# Anything in Surrey / Sussex



## MichaelAC (Sep 7, 2009)

Hi,

Just wondering if there are any meets in Surrey or Sussex this summer. It seems to have gone quiet in the Sussex area


----------



## sussexbythesea (Apr 12, 2012)

Agreed on that :!:

Would be good to get something going this way


----------



## mullum (Sep 16, 2011)

The local rep is AWOL for a long time - lets have a mini meet ;-)


----------



## MichaelAC (Sep 7, 2009)

I'm up for that, let's work out a place to meet. I'm actually in Newdigate now but just near Horsham, I'm thinking you both may be further south so don't mind heading that way...


----------



## Rs adam (Mar 8, 2014)

I'm down in Hastings and would like to have a meet somewhere


----------



## MichaelAC (Sep 7, 2009)

Hi RSAdam,

OK, this is good, we have four already, shall we aim for 19th July to give others the chance to join us over the next week or so?

I'm thinking if we look at meeting somewhere like Brighton or maybe somewhere with less traffic if it's sunny? Meet then drive then lunch, I'm happy to travel so if anyone wants to suggest a place please do otherwise I'll take a look at a map and see where people are and choose a middle point


----------



## mullum (Sep 16, 2011)

Devils **** ? (Devil's ****, **** Road, Poynings, Brighton BN1 8YJ)
http://goo.gl/maps/R2ftW


----------



## MichaelAC (Sep 7, 2009)

That looks good to me


----------



## sussexbythesea (Apr 12, 2012)

Stopped by here on the way back from Eastbourne a couple of weeks ago.
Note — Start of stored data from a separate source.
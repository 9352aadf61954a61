// Normalization, Condon-Shortley phase and J_n conventions of Stokes coefficients, and exact conversion
// between them (coefficients and sigmas alike). Formulas and sources: docs/conventions.md.
#pragma once

#include <string>
#include <vector>

#include "polystokes/core/coefficient_set.h"

namespace polystokes {

/// Factor N such that P_X(n,m) = N * P_unnormalized(n,m) for normalization X (no phase).
///   fully: sqrt((2 - d_m0)(2n+1)(n-m)!/(n+m)!)   schmidt: sqrt((2 - d_m0)(n-m)!/(n+m)!)
///   orthonormal: fully / sqrt(4 pi)               unnormalized: 1
/// Computed as a running product (no factorial overflow); underflows to 0 only for n + m beyond ~340
/// in the unnormalized direction. Throws ConventionError unless 0 <= m <= n.
double legendre_normalization(Normalization normalization, int n, int m);

/// Ratio by which a coefficient in convention `from` is multiplied to express it in convention `to`
/// (normalization and phase only; the J_n sign is handled by convert_convention). Between two normalized
/// conventions the ratio is formed directly (sqrt(2n+1), sqrt(4 pi)), so no factorial product is rounded.
double coefficient_factor(const Convention& from, const Convention& to, int n, int m);

/// Sign that turns the stored C(n, m) into C_nm: -1 for the J_n = -C_n0 column (m = 0, n >= 1) of a J-form
/// convention, else +1. Degree 0 is +1 in every form: C00 is the positive total-mass term, as common
/// practice writes it (a J_0 is not used).
double zonal_sign(const Convention& convention, int n, int m);

/// The same field with its numbers expressed in `target` (C, S, sigmas), nothing else changed, no history.
/// Used where a computation needs one working convention and converts back afterwards.
CoefficientSet expressed_in(const CoefficientSet& set, const Convention& target);

/// expressed_in plus a history line saying what was converted. Sigmas are magnitudes, scaled by |factor|.
/// O(degree^2).
CoefficientSet convert_convention(const CoefficientSet& set, const Convention& target);

/// Human-readable description, e.g. "fully normalized (4pi), no Condon-Shortley phase, zonal as C_n0".
std::string describe(const Convention& convention);

/// Short form for tables and option echoes, e.g. "fully", "schmidt+cs", "unnormalized+J".
std::string short_name(const Convention& convention);

/// All 16 conventions (4 normalizations x phase x zonal form), fully / no phase / C_n0 first.
std::vector<Convention> all_conventions();

bool operator==(const Convention& a, const Convention& b);
bool operator!=(const Convention& a, const Convention& b);

}  // namespace polystokes
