// Exact changes of a coefficient set's reference radius, GM, expansion origin and axes: the same exterior
// field, described differently. Formulas, derivations and sources: docs/conventions.md.
#pragma once

#include <Eigen/Core>
#include <string>
#include <vector>

#include "polystokes/core/coefficient_set.h"
#include "polystokes/core/errors.h"

namespace polystokes {

/// Same field with reference radius `radius` (m): C, S and sigmas times (R_old/R_new)^n. Exact up to one
/// rounding per coefficient; any convention. Throws ConventionError for a non-positive radius. O(degree^2).
CoefficientSet rescale_reference_radius(const CoefficientSet& set, double radius);

/// Same field with GM `gm` (m^3 s^-2): every coefficient and sigma times GM_old/GM_new (C00 included, so
/// C00 = GM_old/GM_new afterwards). Throws ConventionError for a non-positive GM. O(degree^2).
CoefficientSet rescale_gm(const CoefficientSet& set, double gm);

/// The same set cut at `degree` (0 <= degree <= set.degree): C, S and sigmas of degrees 0..degree kept bit for
/// bit, the rest dropped; a history line records the cut. Any convention. Throws ConventionError for a degree
/// outside that range. O(degree^2).
CoefficientSet truncate_degree(const CoefficientSet& set, int degree);

/// Centre of mass relative to the expansion origin implied by the degree-1 terms (m, set frame):
/// (x, y, z) = sqrt(3) R (C11, S11, C10) / C00 in fully normalized terms. Zero for a degree-0 set.
Eigen::Vector3d center_of_mass_offset(const CoefficientSet& set);

struct ShiftOptions {
  /// A shift longer than the Brillouin radius puts the new origin outside the sphere the input is valid
  /// outside of; refused (ShiftOutsideError) unless this is set (the set then carries a note saying so).
  bool allow_outside = false;
};

/// The refusal of a shift that leaves the Brillouin sphere without ShiftOptions::allow_outside: a
/// ConventionError the caller may complete with how its user gives that permission.
class ShiftOutsideError : public ConventionError {
 public:
  using ConventionError::ConventionError;
};

/// Moves the expansion origin by `shift` (m, set frame): the new origin is old origin + shift. Exact to the
/// set's degree: the complex multipole moments are translated by the addition theorem of regular solid
/// harmonics (Hobson 1931, The Theory of Spherical and Ellipsoidal Harmonics, ch. III; in the form of Epton
/// & Dembart 1995, SIAM J. Sci. Comput. 16, 865-897), with Racah-type scaling that keeps every factor a
/// square root of a binomial coefficient. Degree n of the result mixes in degrees 0..n of the input.
/// Sigmas are propagated assuming uncorrelated input errors. origin_in_mesh (unknown stays unknown, as does
/// the place of a non-zero shift along unknown axes), origin, brillouin_radius
/// (now an upper bound: old radius + |shift|), notes and history are updated. The Brillouin radius used is
/// the set's, or the reference radius when the set does not know it.
/// Throws ConventionError for a refused shift (see ShiftOptions), ResourceError above degree 500
/// (O(degree^4) work). Any convention (worked in fully normalized, converted back).
CoefficientSet shift_origin(const CoefficientSet& set, const Eigen::Vector3d& shift,
                            const ShiftOptions& options = {});

/// Real Wigner-D matrices D_l(Q) for the real (fully normalized, no Condon-Shortley phase) surface
/// harmonics ordered m = -l..l, where m < 0 is the sine part of order |m|: Y_l(Q x) = D_l(Q) Y_l(x).
/// Produced degree by degree (l = 0, 1, 2, ... on successive next() calls), O(l^2) work and memory each.
/// Q is split into z-y-z Euler angles; the z rotations act exactly and the y rotation comes from the Wigner
/// d-functions by their three-term recurrence in degree (Varshalovich, Moskalev & Khersonskii 1988, Quantum
/// Theory of Angular Momentum, sec. 4.8), which stays accurate to high degree (tested to 400).
/// Throws ConventionError unless Q is a proper rotation (orthogonal to 1e-10, determinant +1).
class RealWignerD {
 public:
  explicit RealWignerD(const Eigen::Matrix3d& rotation);
  /// D of the next degree; the reference stays valid until the following call.
  const Eigen::MatrixXd& next();
  /// Degree of the matrix last returned (-1 before the first call).
  int degree() const { return l_; }

 private:
  void advance_wigner_d();
  void build_real();
  double alpha_ = 0, beta_ = 0, gamma_ = 0, cos_beta_ = 1, cos_half_ = 1, sin_half_ = 0;
  int l_ = -1;
  std::vector<double> border_;  // B(l, nu) of the last degree
  Eigen::MatrixXd d1_, d2_;     // Wigner d of the last two degrees
  Eigen::MatrixXd real_;
};

/// Rotates the set's axes: a point with coordinates x in the old frame has coordinates Q x in the new one
/// (equivalently, the result is the set of the body rotated by Q about the origin, axes kept).
/// axes_in_mesh becomes Q * axes_in_mesh (unknown axes stay unknown), frame FrameKind::rotated (or `frame`);
/// the frame metadata's pole and meridian are dropped (drop_frame_orientation). Sigmas propagated assuming
/// uncorrelated errors. Any convention. O(degree^3) time, O(degree^2) memory.
CoefficientSet rotate_set(const CoefficientSet& set, const Eigen::Matrix3d& rotation,
                          FrameKind frame = FrameKind::rotated);

/// rotate_set for Q = Rz(angle) (radians) by the closed form C' = C cos(m a) - S sin(m a),
/// S' = C sin(m a) + S cos(m a): longitudes grow by `angle`. Any convention. O(degree^2).
CoefficientSet rotate_about_z(const CoefficientSet& set, double angle);

/// Q = Rz(alpha) Ry(beta) Rz(gamma) (radians; right-handed active rotations about the fixed z, y, z axes,
/// which is the same as intrinsic rotations z, y', z'' applied in the order alpha, beta, gamma).
Eigen::Matrix3d euler_zyz_matrix(double alpha, double beta, double gamma);

/// Rotation Q (rows: principal axes in the set frame) that takes the set to the principal axes of inertia
/// implied by its degree-2 terms. Degree 2 gives only the trace-free part of the second-moment tensor; its
/// eigenvectors are those of the inertia tensor. The parallel-axis part implied by the degree-1 terms is
/// removed first, so the axes are those about the centre of mass, as compute --frame principal uses.
/// Order and signs as mass_properties: ascending moments A <= B <= C, the first two axes with their
/// largest-magnitude mesh-frame component positive, the third their cross product.
/// Throws ConventionError for degree < 2 or nearly equal moments (axes undefined).
Eigen::Matrix3d principal_axes_rotation(const CoefficientSet& set);

/// rotate_set with principal_axes_rotation, frame "principal".
CoefficientSet rotate_to_principal_axes(const CoefficientSet& set);

}  // namespace polystokes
£2 for parking and a Vintage Inn chain pub/restaurant


----------



## Jamie-V6 (Dec 21, 2012)

If this goes ahead I'll be there with rs Adam in my mk2


----------



## Rs adam (Mar 8, 2014)

hi Michael  yeah sounds good to me, location seems good too , look forward to it


----------



## Rs adam (Mar 8, 2014)

What time of day do we think this meet will be ?


----------



## MichaelAC (Sep 7, 2009)

I do struggle with mornings and it will take me a while to get there so is 10:00rs OK?


----------



## MichaelAC (Sep 7, 2009)

So Sussex by the sea and Mullum, are you both joining us too? You've gone quiet


----------



## sussexbythesea (Apr 12, 2012)

Nope still watching and looking forward to meeting up


----------



## mullum (Sep 16, 2011)

Same here


----------



## RSSTT (May 30, 2014)

I work in Chichester so if I'm free I will pop over too once details are confirmed


----------



## MichaelAC (Sep 7, 2009)

OK, in that case I'll confirm this. The meeting is at (Devil's ****, **** Road, Poynings, Brighton BN1 8YJ) on Saturday 19th July. As it's a pub there, we could perhaps meet at about 11am then, if the roads are OK go for a bit of a spin if we want to then do lunch. If anyone wants to fine tune the times or anything just post here so we can accommodate.


----------



## sussexbythesea (Apr 12, 2012)

RSSTT said:


> I work in Chichester so if I'm free I will pop over too once details are confirmed


Let me know, I assume you will travel through Arundel so will be on the same route as me  
We can avoid having to go through the top of Worthing :roll:


----------



## Jamie-V6 (Dec 21, 2012)

Sweet, I'm happy with the time and location, a drive would be good so hopefully the weather will be nice!


----------



## MichaelAC (Sep 7, 2009)

Excellent, looks like we've got a great mix of cars too, Mk1 and Mk 2, as you say good weather would be good too


----------



## Rs adam (Mar 8, 2014)

Everything sounds good to me  see you all there


----------



## VixTT (Feb 16, 2014)

Hey is this open to anyone?


----------



## Rs adam (Mar 8, 2014)

Yep it sure is  come along more the better


----------



## Jamie-V6 (Dec 21, 2012)

I'll be there In my mk2


----------



## RSSTT (May 30, 2014)

I can no longer make this now [smiley=bigcry.gif]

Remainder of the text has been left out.